Heliostat Atrium – A four-story circular atrium hosts a heliostat that directs natural light throughout the center of the building. The heliostat is comprised of a 12-foot diameter mirror and drive system. The drive system aligns the circular mirror to track with the sun, reflecting this natural light into the building, down the stair column to the ground level floor, where it illuminates a glass mosaic. Engineering Physics student Lauren Vriezema ’10, in partnership with Taylor faculty members, developed a prototype that demonstrated how the sunlight can be tracked and directed as desired.

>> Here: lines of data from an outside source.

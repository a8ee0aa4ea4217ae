"use client";
import { useRouter } from "next/navigation";
import { useState } from "react";
import { ROLE_LABELS, ROLES, type Role } from "@/lib/roles";
import { api, ApiError } from "./api";

type Member = { id: string; email: string; name: string | null; role: Role; active: boolean };
type Invitation = {
  id: string;
  email: string;
  role: Role;
  createdAt: number;
  expiresAt: number;
  acceptedAt: number | null;
  revokedAt: number | null;
  /** Written by the page on the server, in the club's zone. */
  sentOn: string;
  runsOutOn: string;
};

/** The roll (roles, deactivation) and invitations (send, resend, withdraw). */
export function MembersAdmin({ members, invitations, selfId }: { members: Member[]; invitations: Invitation[]; selfId: string }) {
  const router = useRouter();
  const [message, setMessage] = useState<{ ok: boolean; text: string } | null>(null);
  const [invite, setInvite] = useState({ email: "", role: "member" as Role });
  const act = async (fn: () => Promise<unknown>, done: string): Promise<boolean> => {
    try {
      await fn();
      setMessage({ ok: true, text: done });
      router.refresh();
      return true;
    } catch (error) {
      setMessage({ ok: false, text: error instanceof ApiError ? (Object.values(error.fields)[0]?.[0] ?? error.message) : String(error) });
      return false;
    }
  };
  const open = invitations;

  return (
    <div className="flex flex-col gap-4">
      {message && (
        <p role="status" className={message.ok ? "font-bold text-moss" : "field-error"}>
          {message.text}
        </p>
      )}
      <section className="sheet overflow-x-auto" aria-labelledby="roll">
        <h2 id="roll" className="heading-bar mb-2 text-lg">
          Club roll
        </h2>
        <table className="w-full text-left text-sm">
          <thead>
            <tr className="border-b-2 border-rule">
              <th className="py-2 pr-3">Name</th>
              <th className="py-2 pr-3">E-mail</th>
              <th className="py-2 pr-3">Role</th>
              <th className="py-2">Status</th>
            </tr>
          </thead>
          <tbody>
            {members.map((m) => (
              <tr key={m.id} className="border-b border-rule">
                <td className="py-2 pr-3 font-bold">{m.name ?? "—"}</td>
                <td className="py-2 pr-3">{m.email}</td>
                <td className="py-2 pr-3">
                  <label className="sr-only" htmlFor={`role-${m.id}`}>
                    Role of {m.name ?? m.email}
                  </label>
                  <select
                    id={`role-${m.id}`}
                    className="field-input w-auto"
                    value={m.role}
                    onChange={(e) => {
                      const role = e.target.value as Role;
                      if (
                        !window.confirm(
                          `Make ${m.name ?? m.email} ${ROLE_LABELS[role].toLowerCase()}? They are signed out on every device at once and sign in again with the new role.`,
                        )
                      )
                        return;
                      void act(() => api(`/api/club/members/${m.id}`, { method: "PATCH", body: { role } }), "Role changed; their old sessions have ended.");
                    }}
                  >
                    {ROLES.map((r) => (
                      <option key={r} value={r}>
                        {ROLE_LABELS[r]}
                      </option>
                    ))}
                  </select>
                </td>
                <td className="py-2">
                  {m.active ? "Active" : "Deactivated"}{" "}
                  {m.id !== selfId && (
                    <button
                      type="button"
                      className="btn ml-2 px-2 text-sm"
                      onClick={() => {
                        if (
                          m.active &&
                          !window.confirm(
                            `Deactivate ${m.name ?? m.email}? They are signed out on every device at once and cannot sign in; their records stay in the club's ledger. Changes still on their phone are not sent until they are active again.`,
                          )
                        )
                          return;
                        void act(
                          () => api(`/api/club/members/${m.id}`, { method: "PATCH", body: { active: !m.active } }),
                          m.active ? "Deactivated: their records stay, their sessions have ended." : "Active again.",
                        );
                      }}
                    >
                      {m.active ? "Deactivate" : "Reactivate"}
                    </button>
                  )}
                </td>
              </tr>
            ))}
          </tbody>
        </table>
      </section>

      <section className="sheet flex flex-col gap-3" aria-labelledby="invite">
        <h2 id="invite" className="heading-bar self-start text-lg">
          Invite someone
        </h2>
        <form
          className="flex flex-wrap items-end gap-2"
          onSubmit={(e) => {
            e.preventDefault();
            // Cleared only once sent: a refusal keeps what was typed.
            void act(() => api("/api/club/invitations", { method: "POST", body: invite }), `Invitation sent to ${invite.email}.`).then(
              (sent) => sent && setInvite({ email: "", role: "member" }),
            );
          }}
        >
          <label className="flex flex-col">
            <span className="field-label">E-mail</span>
            <input type="email" className="field-input" value={invite.email} onChange={(e) => setInvite({ ...invite, email: e.target.value })} />
          </label>
          <label className="flex flex-col">
            <span className="field-label">As</span>
            <select className="field-input" value={invite.role} onChange={(e) => setInvite({ ...invite, role: e.target.value as Role })}>
              {ROLES.map((r) => (
                <option key={r} value={r}>
                  {ROLE_LABELS[r]}
                </option>
              ))}
            </select>
          </label>
          <button type="submit" className="btn btn-primary">
            Send the invitation
          </button>
        </form>
        <h3 className="font-bold">Waiting to be accepted</h3>
        {open.length === 0 ? (
          <p className="text-sm text-ink-soft">None.</p>
        ) : (
          <ul className="flex flex-col gap-2">
            {open.map((i) => (
              <li key={i.id} className="flex flex-wrap items-center gap-2">
                <span>
                  {i.email} · {ROLE_LABELS[i.role]} · sent {i.sentOn}, runs out {i.runsOutOn}
                </span>
                <button
                  type="button"
                  className="btn px-2 text-sm"
                  onClick={() =>
                    act(() => api(`/api/club/invitations/${i.id}`, { method: "POST", body: { action: "resend" } }), "Sent again with a fresh link.")
                  }
                >
                  Resend
                </button>
                <button
                  type="button"
                  className="btn px-2 text-sm"
                  onClick={() => act(() => api(`/api/club/invitations/${i.id}`, { method: "DELETE" }), "Invitation withdrawn.")}
                >
                  Withdraw
                </button>
              </li>
            ))}
          </ul>
        )}
      </section>
    </div>
  );
}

• Atrium Eyelids – The building was designed to permit the installation of an eyelid system in the future. The atrium eyelid system controls the amount of sunlight through a window for lighting and energy control via a mirrored "eyelid." The prototype was designed and built for the 2009 Engineering Physics Capstone course. A provisional patent is being pursued.

Geothermal Heating and Cooling – Six wells access the aquifer beneath the campus in order to provide up to 600 gallons per minute of 55 degree Fahrenheit water for heating and cooling of the Complex year-round. To avoid thermal pollution of the surrounding water and land, the outflow of water from these systems is quickly brought to ambient temperature using architectural features.

Wind Turbines – Wind power provides approximately 18% of the Complex's energy needs, which is particularly significant given the energy intensive nature of science buildings. Students, faculty and staff installed anemometers at three elevations up to 140 ft on the Upland True Value Hardware tower. Data has been gathered for over a year and is being used to help verify the specifications of the Euler Complex wind turbines. Environmental Science masters student Serozhah Milashuk '08 used this data for his master's thesis showing how local data can be used with data from airports to predict long term wind resources.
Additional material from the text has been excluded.